Top management is devising the new business model in China that fits with the country’s latest Five-Year Plan, which calls for the top 20 companies to account for more than half of industry sales by 2015, up from the current 30%.

The 66-year-old MAI, which captured $2.69 billion in sales last year, also is in the midst of hatching a new global brand. That yet-to-be-unveiled brand is designed to help push the company and its portfolio of 120 active ingredients to the true powerhouse status it craves (think Big Six).

“We need to come up with tailor-made, go-to-market systems in different countries and regions,” Vigodman says. MAI plans to roll out more formulation plants to serve customers in key large markets around the world – an endeavor already well underway with its addition of five facilities in the past two years, bringing its total to 14.

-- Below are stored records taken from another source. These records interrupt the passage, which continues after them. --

impl StatisticSpec {
    /// The catalogue name.
    pub fn name(&self) -> &'static str {
        match self {
            StatisticSpec::Mean => "mean",
            StatisticSpec::Median => "median",
            StatisticSpec::Quantile { .. } => "quantile",
            StatisticSpec::TrimmedMean { .. } => "trimmed_mean",
            StatisticSpec::Variance { .. } => "variance",
            StatisticSpec::StdDev { .. } => "std_dev",
            StatisticSpec::Mad { .. } => "mad",
            StatisticSpec::Iqr => "iqr",
            StatisticSpec::GeometricMean => "geometric_mean",
            StatisticSpec::CoefficientOfVariation => "coefficient_of_variation",
            StatisticSpec::Proportion => "proportion",
            StatisticSpec::Ratio { .. } => "ratio",
            StatisticSpec::Correlation { .. } => "correlation",
            StatisticSpec::Slope { .. } => "slope",
        }
    }

    /// True for statistics over named columns.
    pub fn needs_columns(&self) -> bool {
        matches!(
            self,
            StatisticSpec::Ratio { .. } | StatisticSpec::Correlation { .. } | StatisticSpec::Slope { .. }
        )
    }

    /// The column names the statistic reads, with the parameter that names each.
    pub fn column_parameters(&self) -> Vec<(&'static str, &str)> {
        match self {
            StatisticSpec::Ratio { numerator, denominator } => {
                vec![("numerator", numerator.as_str()), ("denominator", denominator.as_str())]
            }
            StatisticSpec::Correlation { x, y, .. } | StatisticSpec::Slope { x, y } => {
                vec![("x", x.as_str()), ("y", y.as_str())]
            }
            _ => vec![],
        }
    }

    /// True for a statistic of the extremes of the sample, whose bootstrap distribution is
    /// known to be unreliable (a quantile whose tail holds fewer than five observations).
    pub fn reads_extremes(&self, n: f64) -> bool {
        match self {
            StatisticSpec::Quantile { p } => n * p.min(1.0 - p) < 5.0,
            _ => false,
        }
    }

    /// Work per unit per evaluation relative to the mean, for the work estimate made before a
    /// job starts.
    pub fn relative_cost(&self) -> f64 {
        match self {
            StatisticSpec::TrimmedMean { .. } => 1.5,
            StatisticSpec::Iqr => 2.0,
            StatisticSpec::Mad { .. } => 3.0,
            StatisticSpec::Correlation { spearman: true, .. } => 12.0,
            StatisticSpec::Correlation { .. } | StatisticSpec::Slope { .. } => 4.0,
            _ => 1.0,
        }
    }

    /// True when the statistic has an analytic standard error (so studentized intervals need no
    /// nested bootstrap); agrees with [`Statistic::has_analytic_se`] of the built statistic.
    pub fn has_analytic_se(&self) -> bool {
        matches!(
            self,
            StatisticSpec::Mean
                | StatisticSpec::Proportion
                | StatisticSpec::GeometricMean
                | StatisticSpec::Variance { .. }
                | StatisticSpec::StdDev { .. }
                | StatisticSpec::Ratio { .. }
                | StatisticSpec::Slope { .. }
        )
    }

    /// True when the statistic has a closed-form jackknife (see `Statistic::jackknife_closed`);
    /// used to estimate the work of BCa before a job starts.
    pub fn has_closed_jackknife(&self) -> bool {
        !matches!(self, StatisticSpec::Mad { .. } | StatisticSpec::Correlation { spearman: true, .. })
    }

    /// True when shifting every value by c shifts the statistic by c (location statistics).
    pub fn shift_equivariant(&self) -> bool {
        matches!(
            self,
            StatisticSpec::Mean | StatisticSpec::Median | StatisticSpec::Quantile { .. } | StatisticSpec::TrimmedMean { .. }
        )
    }
}

/// Where in the data a problem lies, for the API layer to turn into a JSON Pointer.
#[derive(Debug, Clone, PartialEq)]
pub enum DataLocation {
    /// The data as a whole.
    Whole,
    /// The i-th value of a one-column sample (for aggregated data, of `values`).
    Value(usize),
    /// A named column as a whole.
    Column(String),
    /// A parameter of the statistic (e.g. `numerator`).
    Parameter(&'static str),
}

/// A reason the statistic cannot be computed on this sample.
#[derive(Debug, Clone, PartialEq)]
pub struct DataProblem {
    pub location: DataLocation,
    pub message: String,
}

impl DataProblem {
    pub fn new(location: DataLocation, message: impl Into<String>) -> Self {
        DataProblem {
            location,
            message: message.into(),
        }
    }
}

/// Per-worker scratch space, so that evaluating a statistic on a replicate never allocates.
#[derive(Debug, Default, Clone)]
pub struct Scratch {
    pub a: Vec<f64>,
    pub b: Vec<f64>,
}

impl Scratch {
    pub fn with_units(units: usize) -> Self {
        Scratch {
            a: Vec::with_capacity(units),
            b: Vec::with_capacity(units),
        }
    }
}

/// A statistic ready to evaluate on weighted resamples of one prepared sample.
pub trait Statistic: Send + Sync {
    /// The value on a weighted resample; weights add up to the resample size.
    /// May be non-finite where the statistic is undefined on that resample (a constant column
    /// for a correlation); the driver counts and drops such replicates.
    fn evaluate(&self, data: &Prepared, w: &[f64], scratch: &mut Scratch) -> f64;

    /// Closed-form leave-one-out values, one per unit (leaving out one observation of that
    /// unit), in O(units) overall. `None` sends the jackknife to the generic path.
    fn jackknife_closed(&self, _data: &Prepared) -> Option<Vec<f64>> {
        None
    }

    /// An analytic (delta-method or plug-in) standard error of the statistic on a weighted
    /// sample, used by the studentized interval. `None` means a nested bootstrap is needed.
    fn analytic_se(&self, _data: &Prepared, _w: &[f64]) -> Option<f64> {
        None
    }

    /// True when [`Statistic::analytic_se`] returns values.
    fn has_analytic_se(&self) -> bool {
        false
    }
}

/// Check the statistic against the sample (every problem at once) and build it.
pub fn build(spec: &StatisticSpec, sample: &Sample, data: &Prepared) -> Result<Box<dyn Statistic>, Vec<DataProblem>> {
    match (spec.needs_columns(), data) {
        (true, Prepared::Rows(table)) => association::build(spec, table),
        (true, Prepared::One(_)) => Err(vec![DataProblem::new(
            DataLocation::Whole,
            format!(
                "statistic {} needs named columns: send data as {{\"columns\": {{\"x\": [...], \"y\": [...]}}}}",
                spec.name()
            ),
        )]),
        (false, Prepared::Rows(_)) => Err(vec![DataProblem::new(
            DataLocation::Whole,
            format!(
                "statistic {} works on one column: send data as an array of numbers or as {{\"values\": [...], \"counts\": [...]}}",
                spec.name()
            ),
        )]),
        (false, Prepared::One(_)) => {
            let values = match sample {
                Sample::Column(x) => x.as_slice(),
                Sample::Aggregated { values, .. } => values.as_slice(),
                Sample::Columns { .. } => unreachable!("matched on Prepared::One"),
            };
            check_one_column(spec, values, data)?;
            Ok(match spec {
                StatisticSpec::Mean => Box::new(location::Mean),
                StatisticSpec::TrimmedMean { trim } => Box::new(location::TrimmedMean { trim: *trim }),
                StatisticSpec::GeometricMean => Box::new(location::GeometricMean::new(data)),
                StatisticSpec::Proportion => Box::new(location::Proportion),
                StatisticSpec::Median => Box::new(quantile::Quantile { p: 0.5 }),
                StatisticSpec::Quantile { p } => Box::new(quantile::Quantile { p: *p }),
                StatisticSpec::Iqr => Box::new(quantile::Iqr),
                StatisticSpec::Mad { normal_scale } => Box::new(quantile::Mad {
                    scale: if *normal_scale { MAD_NORMAL_SCALE } else { 1.0 },
                }),
                StatisticSpec::Variance { ddof } => Box::new(spread::Variance {
                    ddof: *ddof as f64,
                    root: false,
                }),
                StatisticSpec::StdDev { ddof } => Box::new(spread::Variance {
                    ddof: *ddof as f64,
                    root: true,
                }),
                StatisticSpec::CoefficientOfVariation => Box::new(spread::CoefficientOfVariation),
                _ => unreachable!("column statistics handled above"),
            })
        }
    }
}

fn check_one_column(spec: &StatisticSpec, values: &[f64], data: &Prepared) -> Result<(), Vec<DataProblem>> {
    let mut problems = Vec::new();
    match spec {
        StatisticSpec::GeometricMean => {
            for (i, v) in values.iter().enumerate() {
                if *v <= 0.0 {
                    problems.push(DataProblem::new(
                        DataLocation::Value(i),
                        format!(
                            "the geometric mean needs positive values; {v} is not (drop or shift non-positive values, or use the median)"
                        ),
                    ));
                }
            }
        }
        StatisticSpec::Proportion => {
            for (i, v) in values.iter().enumerate() {
                if *v != 0.0 && *v != 1.0 {
                    problems.push(DataProblem::new(
                        DataLocation::Value(i),
                        format!("a proportion needs data of 0 and 1 only; {v} is neither (code successes as 1 and failures as 0)"),
                    ));
                }
            }
        }
        StatisticSpec::CoefficientOfVariation => {
            let total = data.total();
            let mean = location::weighted_mean_one(data, &data.base_weights());
            if total > 0.0 && mean == 0.0 {
                problems.push(DataProblem::new(
                    DataLocation::Whole,
                    "the coefficient of variation divides by the mean, which is 0 for this data; use std_dev instead",
                ));
            }
        }
        StatisticSpec::Variance { ddof } | StatisticSpec::StdDev { ddof } => {
            if data.total() <= *ddof as f64 {
                problems.push(DataProblem::new(
                    DataLocation::Whole,
                    format!("with ddof = {ddof} the variance needs more than {ddof} observations"),
                ));
            }
        }
        _ => {}
    }
    if problems.is_empty() {
        Ok(())
    } else {
        Err(problems)
    }
}

/// Weighted sums over two columns, centred for numerical stability: returns
/// (W, mean x, mean y, Sxx, Syy, Sxy) with S the weighted sums of centred products.
pub(crate) fn weighted_moments2(x: &[f64], y: &[f64], w: &[f64]) -> (f64, f64, f64, f64, f64, f64) {
    let (mut sw, mut sx, mut sy) = (0.0, 0.0, 0.0);
    for i in 0..w.len() {
        let wi = w[i];
        if wi != 0.0 {
            sw += wi;
            sx += wi * x[i];
            sy += wi * y[i];
        }
    }
    let (mx, my) = (sx / sw, sy / sw);
    let (mut sxx, mut syy, mut sxy) = (0.0, 0.0, 0.0);
    for i in 0..w.len() {
        let wi = w[i];
        if wi != 0.0 {
            let dx = x[i] - mx;
            let dy = y[i] - my;
            sxx += wi * dx * dx;
            syy += wi * dy * dy;
            sxy += wi * dx * dy;
        }
    }
    (sw, mx, my, sxx, syy, sxy)
}

/// Look up the named columns of an association statistic, reporting every missing one.
pub(crate) fn resolve_columns<'t>(spec: &StatisticSpec, table: &'t RowTable) -> Result<Vec<&'t [f64]>, Vec<DataProblem>> {
    let mut problems = Vec::new();
    let mut cols = Vec::new();
    for (param, name) in spec.column_parameters() {
        match table.column(name) {
            Some(c) => cols.push(c),
            None => problems.push(DataProblem::new(
                DataLocation::Parameter(param),
                format!(
                    "column \"{name}\" is not in the data; the data has {}",
                    table.names.iter().map(|n| format!("\"{n}\"")).collect::<Vec<_>>().join(", ")
                ),
            )),
        }
    }
    if problems.is_empty() {
        Ok(cols)
    } else {
        Err(problems)
    }
}
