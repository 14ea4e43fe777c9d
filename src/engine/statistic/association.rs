//! Statistics over named columns resampled together as rows: ratio of sums, Pearson and
//! Spearman correlation, least-squares slope.

use super::{resolve_columns, weighted_moments2, DataLocation, DataProblem, Scratch, Statistic, StatisticSpec};
use crate::engine::data::{Prepared, RowTable};

fn table(data: &Prepared) -> &RowTable {
    match data {
        Prepared::Rows(t) => t,
        Prepared::One(_) => unreachable!("association statistics are built for named columns only"),
    }
}

pub fn build(spec: &StatisticSpec, t: &RowTable) -> Result<Box<dyn Statistic>, Vec<DataProblem>> {
    let cols = resolve_columns(spec, t)?;
    let index = |name: &str| t.names.iter().position(|n| n == name).expect("resolved above");
    let mut problems = Vec::new();
    let constant = |c: &[f64]| c.iter().all(|v| *v == c[0]);
    if t.rows < 2 {
        problems.push(DataProblem::new(
            DataLocation::Whole,
            format!("{} needs at least 2 rows", spec.name()),
        ));
        return Err(problems);
    }
    let stat: Box<dyn Statistic> = match spec {
        StatisticSpec::Ratio { numerator, denominator } => {
            if cols[1].iter().sum::<f64>() == 0.0 {
                problems.push(DataProblem::new(
                    DataLocation::Column(denominator.clone()),
                    "the denominator column sums to 0, so the ratio of sums is undefined",
                ));
            }
            Box::new(Ratio {
                x: index(numerator),
                y: index(denominator),
            })
        }
        StatisticSpec::Correlation { x, y, spearman } => {
            for (name, c) in [(x, cols[0]), (y, cols[1])] {
                if constant(c) {
                    problems.push(DataProblem::new(
                        DataLocation::Column(name.clone()),
                        "this column is constant, so its correlation with anything is undefined",
                    ));
                }
            }
            if *spearman {
                Box::new(Spearman::new(cols[0], cols[1], index(x), index(y)))
            } else {
                Box::new(Pearson { x: index(x), y: index(y) })
            }
        }
        StatisticSpec::Slope { x, y } => {
            if constant(cols[0]) {
                problems.push(DataProblem::new(
                    DataLocation::Column(x.clone()),
                    "the x column is constant, so the least-squares slope is undefined",
                ));
            }
            Box::new(Slope { x: index(x), y: index(y) })
        }
        _ => unreachable!("one-column statistics are built elsewhere"),
    };
    if problems.is_empty() {
        Ok(stat)
    } else {
        Err(problems)
    }
}

/// Centred sums of the whole table and the leave-one-row-out sums for row i:
/// (n', Sxx', Syy', Sxy') after removing row i.
fn jackknife_sums(x: &[f64], y: &[f64]) -> Vec<(f64, f64, f64, f64)> {
    let n = x.len() as f64;
    let w = vec![1.0; x.len()];
    let (_, mx, my, sxx, syy, sxy) = weighted_moments2(x, y, &w);
    let sx: f64 = x.iter().map(|v| v - mx).sum();
    let sy: f64 = y.iter().map(|v| v - my).sum();
    let n1 = n - 1.0;
    x.iter()
        .zip(y)
        .map(|(xi, yi)| {
            let (dx, dy) = (xi - mx, yi - my);
            let (tx, ty) = (sx - dx, sy - dy);
            (
                n1,
                sxx - dx * dx - tx * tx / n1,
                syy - dy * dy - ty * ty / n1,
                sxy - dx * dy - tx * ty / n1,
            )
        })
        .collect()
}

/// Σx / Σy over rows (a ratio estimator: revenue per visit, errors per request).
pub struct Ratio {
    x: usize,
    y: usize,
}

impl Statistic for Ratio {
    fn evaluate(&self, data: &Prepared, w: &[f64], _: &mut Scratch) -> f64 {
        let t = table(data);
        let (x, y) = (&t.columns[self.x], &t.columns[self.y]);
        let (mut sx, mut sy) = (0.0, 0.0);
        for i in 0..w.len() {
            sx += w[i] * x[i];
            sy += w[i] * y[i];
        }
        sx / sy
    }
    fn jackknife_closed(&self, data: &Prepared) -> Option<Vec<f64>> {
        let t = table(data);
        let (x, y) = (&t.columns[self.x], &t.columns[self.y]);
        let sx: f64 = x.iter().sum();
        let sy: f64 = y.iter().sum();
        Some(x.iter().zip(y).map(|(a, b)| (sx - a) / (sy - b)).collect())
    }
    /// Delta method (linearisation) for a ratio of means: se(r) = √(Σw(x − r·y)²/W) / (|ȳ|√W)
    /// (Cochran, W. G. (1977), Sampling Techniques, 3rd ed., §6.3).
    fn analytic_se(&self, data: &Prepared, w: &[f64]) -> Option<f64> {
        let t = table(data);
        let (x, y) = (&t.columns[self.x], &t.columns[self.y]);
        let (mut sw, mut sx, mut sy) = (0.0, 0.0, 0.0);
        for i in 0..w.len() {
            sw += w[i];
            sx += w[i] * x[i];
            sy += w[i] * y[i];
        }
        let r = sx / sy;
        let mut ss = 0.0;
        for i in 0..w.len() {
            let e = x[i] - r * y[i];
            ss += w[i] * e * e;
        }
        Some((ss / sw).sqrt() / ((sy / sw).abs() * sw.sqrt()))
    }
    fn has_analytic_se(&self) -> bool {
        true
    }
}

/// Pearson's product-moment correlation.
pub struct Pearson {
    x: usize,
    y: usize,
}

impl Statistic for Pearson {
    fn evaluate(&self, data: &Prepared, w: &[f64], _: &mut Scratch) -> f64 {
        let t = table(data);
        let (_, _, _, sxx, syy, sxy) = weighted_moments2(&t.columns[self.x], &t.columns[self.y], w);
        sxy / (sxx.sqrt() * syy.sqrt())
    }
    fn jackknife_closed(&self, data: &Prepared) -> Option<Vec<f64>> {
        let t = table(data);
        Some(
            jackknife_sums(&t.columns[self.x], &t.columns[self.y])
                .into_iter()
                .map(|(_, sxx, syy, sxy)| sxy / (sxx.sqrt() * syy.sqrt()))
                .collect(),
        )
    }
}

/// Least-squares slope of y on x.
pub struct Slope {
    x: usize,
    y: usize,
}

impl Statistic for Slope {
    fn evaluate(&self, data: &Prepared, w: &[f64], _: &mut Scratch) -> f64 {
        let t = table(data);
        let (_, _, _, sxx, _, sxy) = weighted_moments2(&t.columns[self.x], &t.columns[self.y], w);
        sxy / sxx
    }
    fn jackknife_closed(&self, data: &Prepared) -> Option<Vec<f64>> {
        let t = table(data);
        Some(
            jackknife_sums(&t.columns[self.x], &t.columns[self.y])
                .into_iter()
                .map(|(_, sxx, _, sxy)| sxy / sxx)
                .collect(),
        )
    }
    /// Heteroscedasticity-consistent (HC0) standard error, √(Σw·dx²·e²)/Sxx (White, H. (1980),
    /// Econometrica 48(4)), which stays valid when the spread of y changes with x.
    fn analytic_se(&self, data: &Prepared, w: &[f64]) -> Option<f64> {
        let t = table(data);
        let (x, y) = (&t.columns[self.x], &t.columns[self.y]);
        let (_, mx, my, sxx, _, sxy) = weighted_moments2(x, y, w);
        let b = sxy / sxx;
        let mut s = 0.0;
        for i in 0..w.len() {
            let dx = x[i] - mx;
            let e = (y[i] - my) - b * dx;
            s += w[i] * dx * dx * e * e;
        }
        Some(s.sqrt() / sxx)
    }
    fn has_analytic_se(&self) -> bool {
        true
    }
}

/// Spearman's rank correlation: Pearson's correlation of the mid-ranks within the resample
/// (tied values, including rows drawn more than once, share the mean of their ranks).
pub struct Spearman {
    x: usize,
    y: usize,
    order_x: Vec<u32>,
    order_y: Vec<u32>,
}

impl Spearman {
    fn new(x: &[f64], y: &[f64], xi: usize, yi: usize) -> Self {
        let order = |c: &[f64]| {
            let mut o: Vec<u32> = (0..c.len() as u32).collect();
            o.sort_by(|a, b| c[*a as usize].total_cmp(&c[*b as usize]));
            o
        };
        Spearman {
            x: xi,
            y: yi,
            order_x: order(x),
            order_y: order(y),
        }
    }
}

/// Weighted mid-ranks of `c` into `out`, walking rows in sorted order.
fn midranks(c: &[f64], order: &[u32], w: &[f64], out: &mut Vec<f64>) {
    out.clear();
    out.resize(c.len(), 0.0);
    let mut cum = 0.0;
    let mut i = 0;
    while i < order.len() {
        let v = c[order[i] as usize];
        let mut j = i;
        let mut g = 0.0;
        while j < order.len() && c[order[j] as usize] == v {
            g += w[order[j] as usize];
            j += 1;
        }
        let rank = cum + (g + 1.0) / 2.0;
        for k in &order[i..j] {
            out[*k as usize] = rank;
        }
        cum += g;
        i = j;
    }
}

impl Statistic for Spearman {
    fn evaluate(&self, data: &Prepared, w: &[f64], scratch: &mut Scratch) -> f64 {
        let t = table(data);
        let mut a = std::mem::take(&mut scratch.a);
        let mut b = std::mem::take(&mut scratch.b);
        midranks(&t.columns[self.x], &self.order_x, w, &mut a);
        midranks(&t.columns[self.y], &self.order_y, w, &mut b);
        let (_, _, _, sxx, syy, sxy) = weighted_moments2(&a, &b, w);
        scratch.a = a;
        scratch.b = b;
        sxy / (sxx.sqrt() * syy.sqrt())
    }
}

#[cfg(test)]
mod tests {
    use super::*;
    use crate::engine::data::Sample;

    fn law_school() -> Prepared {
        // Efron & Tibshirani (1993), Table 3.1.
        let lsat = vec![
            576., 635., 558., 578., 666., 580., 555., 661., 651., 605., 653., 575., 545., 572., 594.,
        ];
        let gpa = vec![
            3.39, 3.30, 2.81, 3.03, 3.44, 3.07, 3.00, 3.43, 3.36, 3.13, 3.12, 2.74, 2.76, 2.88, 2.96,
        ];
        Prepared::from_sample(&Sample::Columns {
            names: vec!["lsat".into(), "gpa".into()],
            columns: vec![lsat, gpa],
        })
    }

    #[test]
    fn law_school_correlation_is_0_7764() {
        // REFERENCES.md: Pearson correlation 0.7764 (Efron & Tibshirani 1993, §3).
        let d = law_school();
        let r = Pearson { x: 0, y: 1 }.evaluate(&d, &d.base_weights(), &mut Scratch::default());
        assert!((r - 0.7764).abs() < 5e-5, "{r}");
    }

    #[test]
    fn spearman_of_monotone_data_is_one_and_closed_jackknives_match() {
        let d = Prepared::from_sample(&Sample::Columns {
            names: vec!["x".into(), "y".into()],
            columns: vec![vec![1., 2., 3., 4., 5.], vec![1., 4., 9., 16., 100.]],
        });
        let s = Spearman::new(&[1., 2., 3., 4., 5.], &[1., 4., 9., 16., 100.], 0, 1);
        assert!((s.evaluate(&d, &d.base_weights(), &mut Scratch::default()) - 1.0).abs() < 1e-12);
        let d = law_school();
        let stats: Vec<Box<dyn Statistic>> = vec![
            Box::new(Pearson { x: 0, y: 1 }),
            Box::new(Slope { x: 0, y: 1 }),
            Box::new(Ratio { x: 1, y: 0 }),
        ];
        for st in &stats {
            let jack = st.jackknife_closed(&d).unwrap();
            for i in 0..15 {
                let mut w = vec![1.0; 15];
                w[i] = 0.0;
                let direct = st.evaluate(&d, &w, &mut Scratch::default());
                assert!((jack[i] - direct).abs() < 1e-10 * direct.abs().max(1.0), "{} vs {direct}", jack[i]);
            }
        }
    }
}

Flush with capital, MAI’s team is now in the process of assessing ChemChina’s hundred-plus subsidiaries, including Hubei Sanonda, Shandong Dacheng, Jiangsu Huaihe and Jiamusi Heilong, among others. MAI will select which companies it keeps as it builds a top-notch distribution platform, backward integrates as many novel AIs as possible and accelerates R&D spending. It also continues to explore acquisitions both inside and outside of China, according to Lichtenstein.

That is not all. MAI is laying the groundwork for a novel agricultural technologies division. It remains tight-lipped on the details, estimating the venture will take years to bear fruit. “We are planting the seeds. It will be a surprise,” Vigodman says.

This year, from a customer’s perspective, it is business as usual for the empowered crop protection giant. Expect real changes to start falling into place in 2013, when MAI and ChemChina will begin reporting results on a consolidated basis. The nuances of the business model will start to emerge at the end of this year, as MAI sets the stage for an initial public offering sometime in the next two-and-a-half years on the London, Hong Kong or New York stock exchanges.

“We don’t have any intention of going into the past,” says Lichtenstein. “The notion is to build together a global champion for the future.”